Neither mutation was statistically confirmed to have an association with local brain failure. It is possible that the lack of association was driven by low event numbers. Given the effectiveness of ablative radiosurgery, it is not surprising that most tumors respond regardless of their inherent biology, which in turn results in few local failures available for analysis even at a large tertiary center. Given this reality, we expect that biomarkers would be most useful in predicting outcomes outside of the radiosurgical field.

Overall, these findings demonstrate that these biomarkers may have prognostic value for patients even at a late stage in the disease. Because patients and their physicians are confronted with a wide spectrum of treatment options for brain metastases (surgical resection, SRS, WBRT, systemic therapy, and supportive care), biomarker characterization may provide a useful tool with which to navigate therapeutic dilemmas in this context.

Our study has important limitations that should be considered when evaluating our data.
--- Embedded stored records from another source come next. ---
def _parse_axis(src: str, i: int, table: Any) -> Axis:
    where = f"{src}: [[axes]] #{i + 1}"
    if not isinstance(table, dict):
        raise SweepError(f"{where}: each axis must be a table with key and values (or range)")
    _check_keys(where, table, _AXIS_KEYS)
    key = table.get("key")
    if not isinstance(key, str) or not key or "=" in key or key != key.strip():
        raise SweepError(f"{where}.key: expected a protocol key such as "
                         f"'beams.0.path.speed_c' (same syntax as --set), got {key!r}")
    if key == SEED_KEY:
        raise SweepError(f"{where}.key: '{SEED_KEY}' is swept by the top-level 'seeds' entry")
    where = f"{src}: axis '{key}'"
    if ("values" in table) == ("range" in table):
        raise SweepError(f"{where}: give exactly one of 'values = [...]' or "
                         f"'range = {{start, stop, num, scale}}'")
    scale = "linear"
    if "values" in table:
        values = table["values"]
        if not isinstance(values, list) or not values:
            raise SweepError(f"{where}.values: expected a non-empty list, got {values!r}")
        for v in values:
            if not isinstance(v, (int, float, str, bool)):
                raise SweepError(f"{where}.values: {v!r} is not a number, string or boolean")
        if len({json.dumps(v) for v in values}) != len(values):
            raise SweepError(f"{where}.values: duplicate values in {values!r}")
        values = tuple(values)
    else:
        rng = table["range"]
        if not isinstance(rng, dict):
            raise SweepError(f"{where}.range: expected {{start = .., stop = .., num = ..}}")
        _check_keys(f"{where}.range", rng, _RANGE_KEYS)
        for k in ("start", "stop", "num"):
            if k not in rng:
                raise SweepError(f"{where}.range: missing '{k}' (needs start, stop, num)")
        start, stop = _number(f"{where}.range.start", rng["start"]), _number(
            f"{where}.range.stop", rng["stop"])
        num, scale = rng["num"], rng.get("scale", "linear")
        if isinstance(num, bool) or not isinstance(num, int) or num < 1:
            raise SweepError(f"{where}.range.num: expected an integer >= 1, got {num!r}")
        if scale not in ("linear", "log"):
            raise SweepError(f"{where}.range.scale: expected 'linear' or 'log', got {scale!r}")
        if num > 1 and start == stop:
            raise SweepError(f"{where}.range: start == stop gives {num} identical values")
        if scale == "log" and (start <= 0 or stop <= 0):
            raise SweepError(f"{where}.range: a log range needs start > 0 and stop > 0")
        values = tuple(_spaced(start, stop, num, scale))
    unit = table.get("unit", _key_unit(key))
    label = table.get("label", "")
    for name, v in (("unit", unit), ("label", label)):
        if not isinstance(v, str):
            raise SweepError(f"{where}.{name}: expected a string, got {v!r}")
    return Axis(key, values, unit, label, scale)


def _spaced(start: float, stop: float, num: int, scale: str) -> list[float]:
    if num == 1:
        return [start]
    if scale == "log":
        a, b = math.log(start), math.log(stop)
        vals = [math.exp(a + (b - a) * i / (num - 1)) for i in range(num)]
    else:
        vals = [start + (stop - start) * i / (num - 1) for i in range(num)]
    vals[0], vals[-1] = start, stop  # exact end points, whatever the rounding
    # 12 significant digits keep ids and overrides readable without changing the physics.
    return [float(f"{v:.12g}") for v in vals]


def _key_unit(key: str) -> str:
    """The unit of a swept protocol key, from the protocol schema (its one unit-suffix table)."""
    # imported here: the schema loads NumPy, and a spawned worker imports this module before
    # its thread-count variables are set (see the note at the top)
    from gpe.setup.schema import unit_of_key

    return unit_of_key(key)


def _parse_seeds(src: str, seeds: Any) -> tuple[int, ...]:
    where = f"{src}: seeds"
    if isinstance(seeds, int) and not isinstance(seeds, bool):
        if seeds < 1:
            raise SweepError(f"{where}: expected a count >= 1 or a list of seeds, got {seeds}")
        return tuple(range(seeds))
    if isinstance(seeds, list) and seeds:
        if any(isinstance(s, bool) or not isinstance(s, int) or s < 0 for s in seeds):
            raise SweepError(f"{where}: seeds must be integers >= 0, got {seeds!r}")
        if len(set(seeds)) != len(seeds):
            raise SweepError(f"{where}: duplicate seeds in {seeds!r}")
        return tuple(seeds)
    raise SweepError(f"{where}: expected a count (seeds = 2) or a list (seeds = [1, 7]), "
                     f"got {seeds!r}")


def _parse_measure(src: str, table: Any) -> Measure:
    where = f"{src}: [measure]"
    if not isinstance(table, dict):
        raise SweepError(f"{where}: expected a table")
    _check_keys(where, table, _MEASURE_KEYS)
    given = [k for k in table if k != "quantities"]
    if len(given) > 1:
        raise SweepError(f"{where}: give one of at_time or window, not both ({given})")
    at_time = window = None
    unit = "protocol"
    if given:
        key = given[0]
        unit = key.rsplit("_", 1)[1] if key.endswith(("_ms", "_tau")) else "protocol"
        if key.startswith("at_time"):
            at_time = _number(f"{where}.{key}", table[key])
        else:
            w = table[key]
            if not isinstance(w, list) or len(w) != 2:
                raise SweepError(f"{where}.{key}: expected [t0, t1], got {w!r}")
            window = (_number(f"{where}.{key}", w[0]), _number(f"{where}.{key}", w[1]))
            if not window[0] < window[1]:
                raise SweepError(f"{where}.{key}: needs t0 < t1, got {w!r}")
    quantities = table.get("quantities", list(DEFAULT_QUANTITIES))
    if not isinstance(quantities, list) or not quantities:
        raise SweepError(f"{where}.quantities: expected a non-empty list of names")
    for q in quantities:
        if q not in MEASURABLE:
            raise _unknown(f"{where}.quantities", str(q), MEASURABLE)
    if "beta" not in quantities:
        quantities = ["beta", *quantities]  # the phase map and the negative-beta fraction need it
    return Measure(at_time, window, tuple(dict.fromkeys(quantities)), unit)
First, as with all retrospective studies there are inherent biases present. Second, patients of only one institution were studied, forcing us to consider the generalizability of our findings to other settings, where patients of different acuity might be seen and practitioners might have different practice patterns. Third, despite our moderate sample size (n=67), several variables barely missed the p<0.05 threshold in both Cox and multivariate analyses. Therefore it is likely that if our sample size had been larger, we might have found more significant relationships. Fourth, mutation status was only tested from sample of primary tumors, not from samples of brain metastases. In NSCLC patients, Kalikaki et al. have shown discordance in mutation status between primary site samples and distant metastasis samples in 28% of EGFR mutations and in 24% of KRAS mutations.22 Finally, by virtue of including only patients who received SRS upfront, our analysis cannot be generalized to all NSCLC patients with brain metastases (especially those who received WBRT alone for their metastases). This omission in patient selection might have preselected for better outcomes overall.


Although EGFR and KRAS have generally been thought of as mutations influencing early stages of cancer, our study demonstrates that KRAS mutations and EGFR mutations carry prognostic significance even in the late stages of non-small cell lung cancer once brain metastases are diagnosed. At time of brain metastasis diagnosis, mutation in the KRAS gene portends worse distant brain control into the future. Our data is also suggestive that EGFR mutations portend better overall survival and KRAS mutations portend worse overall survival at time of brain metastasis diagnosis, although additional studies are needed to statistically verify this effect.